[Exercise material Boundary: Start]
package org.ductledger.numeric;

/**
 * The roots of y - ln(1 + y) = K for K >= 0: one above 0, one between -1 and 0. A seed within 2e-5 and one step by the
 * reverted series of the equation reach rounding.
 */
public final class LogDefectRoot {
    /** Where the seed of the lower root changes: sqrt(2K) of its fit's end. */
    private static final double FIT_END = 2.5;

    /** Below this the lower root is nearer to 0 than to -1. */
    private static final double NEAR = 0.19;

    /** From here on any logarithm of the right size will do in the seed of the upper root. */
    private static final double FAR = 1000;

    private static final double FAR_LOGARITHM = 14;

    private LogDefectRoot() {}

    /** The root above 0. */
    public static double above(double defect) {
        if (defect == 0) {
            return 0;
        }
        double y = aboveSeed(Math.sqrt(2 * defect), defect);
        return y + (1 + y) * step(y, 0, defect);
    }

    /** The root y between -1 and 0; use {@link #sumBelow} where 1 + y is wanted and y may be near -1. */
    public static double below(double defect) {
        if (defect == 0) {
            return 0;
        }
        double y = belowSeed(Math.sqrt(2 * defect), defect);
        return y + (1 + y) * step(y, 0, defect);
    }

    /** 1 + y for the root y between -1 and 0. */
    public static double sumBelow(double defect) {
        if (defect < NEAR) {
            return 1 + below(defect);
        }
        double s = Math.sqrt(2 * defect);
        double sum = s > FIT_END ? sumSeed(defect) : 1 + belowSeed(s, defect);
        double y = sum - 1;
        return sum + sum * step(y, sum - (1 + y), defect);
    }

    /** y = K + ln(1 + y); the logarithm over s by a rational fit for s up to 20, rougher and rougher beyond. */
    static double aboveSeed(double s, double defect) {
        if (s > FAR) {
            return defect + FAR_LOGARITHM;
        }
        double p = 0.99999406 + s * (0.42925946 + s * 0.019348762);
        double q = 1 + s * (0.59580108 + s * (0.091247066 + s * 0.0019518324));
        return defect + s * p / q;
    }

    /** -y over s by a rational fit for s up to {@link #FIT_END}. */
    static double belowSeed(double s, double defect) {
        if (s > FIT_END) {
            return sumSeed(defect) - 1;
        }
        double p = 1.0000058 + s * (-0.46120239 + s * (0.10122836 - s * 0.0075825693));
        double q = 1 + s * (-0.12775023 + s * (0.030435801 + s * 0.0030230833));
        return -s * p / q;
    }

    /** 1 + y = E exp(1 + y), E = exp(-1 - K): the first terms of its series in E. */
    static double sumSeed(double defect) {
        double e = StrictMath.exp(-1 - defect);
        return e * (1 + e * (1 + e * 1.5));
    }

    /**
     * The relative correction of 1 + y: y ratio + ratio^2/2 - ratio^3/3 + ... = K - (y - ln(1 + y)), reverted.
     */
    private static double step(double y, double tail, double defect) {
        double inverse = 1 / y;
        double n = (defect - LogDefect.at(y, tail)) * inverse;
        double h = n * inverse;
        return n * (1 - h * (0.5 - 0.5 * h - n / 3));
    }
}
[Exercise material Boundary: End]
_What is expected_: Write the data out again in full. Match it word for word.

_Answer box_:
package org.ductledger.numeric;

/**
 * The roots of y - ln(1 + y) = K for K >= 0: one above 0, one between -1 and 0. A seed within 2e-5 and one step by the
 * reverted series of the equation reach rounding.
 */
public final class LogDefectRoot {
    /** Where the seed of the lower root changes: sqrt(2K) of its fit's end. */
    private static final double FIT_END = 2.5;

    /** Below this the lower root is nearer to 0 than to -1. */
    private static final double NEAR = 0.19;

    /** From here on any logarithm of the right size will do in the seed of the upper root. */
    private static final double FAR = 1000;

    private static final double FAR_LOGARITHM = 14;

    private LogDefectRoot() {}

    /** The root above 0. */
    public static double above(double defect) {
        if (defect == 0) {
            return 0;
        }
        double y = aboveSeed(Math.sqrt(2 * defect), defect);
        return y + (1 + y) * step(y, 0, defect);
    }

    /** The root y between -1 and 0; use {@link #sumBelow} where 1 + y is wanted and y may be near -1. */
    public static double below(double defect) {
        if (defect == 0) {
            return 0;
        }
        double y = belowSeed(Math.sqrt(2 * defect), defect);
        return y + (1 + y) * step(y, 0, defect);
    }

    /** 1 + y for the root y between -1 and 0. */
    public static double sumBelow(double defect) {
        if (defect < NEAR) {
            return 1 + below(defect);
        }
        double s = Math.sqrt(2 * defect);
        double sum = s > FIT_END ? sumSeed(defect) : 1 + belowSeed(s, defect);
        double y = sum - 1;
        return sum + sum * step(y, sum - (1 + y), defect);
    }

    /** y = K + ln(1 + y); the logarithm over s by a rational fit for s up to 20, rougher and rougher beyond. */
    static double aboveSeed(double s, double defect) {
        if (s > FAR) {
            return defect + FAR_LOGARITHM;
        }
        double p = 0.99999406 + s * (0.42925946 + s * 0.019348762);
        double q = 1 + s * (0.59580108 + s * (0.091247066 + s * 0.0019518324));
        return defect + s * p / q;
    }

    /** -y over s by a rational fit for s up to {@link #FIT_END}. */
    static double belowSeed(double s, double defect) {
        if (s > FIT_END) {
            return sumSeed(defect) - 1;
        }
        double p = 1.0000058 + s * (-0.46120239 + s * (0.10122836 - s * 0.0075825693));
        double q = 1 + s * (-0.12775023 + s * (0.030435801 + s * 0.0030230833));
        return -s * p / q;
    }

    /** 1 + y = E exp(1 + y), E = exp(-1 - K): the first terms of its series in E. */
    static double sumSeed(double defect) {
        double e = StrictMath.exp(-1 - defect);
        return e * (1 + e * (1 + e * 1.5));
    }

    /**
     * The relative correction of 1 + y: y ratio + ratio^2/2 - ratio^3/3 + ... = K - (y - ln(1 + y)), reverted.
     */
    private static double step(double y, double tail, double defect) {
        double inverse = 1 / y;
        double n = (defect - LogDefect.at(y, tail)) * inverse;
        double h = n * inverse;
        return n * (1 - h * (0.5 - 0.5 * h - n / 3));
    }
}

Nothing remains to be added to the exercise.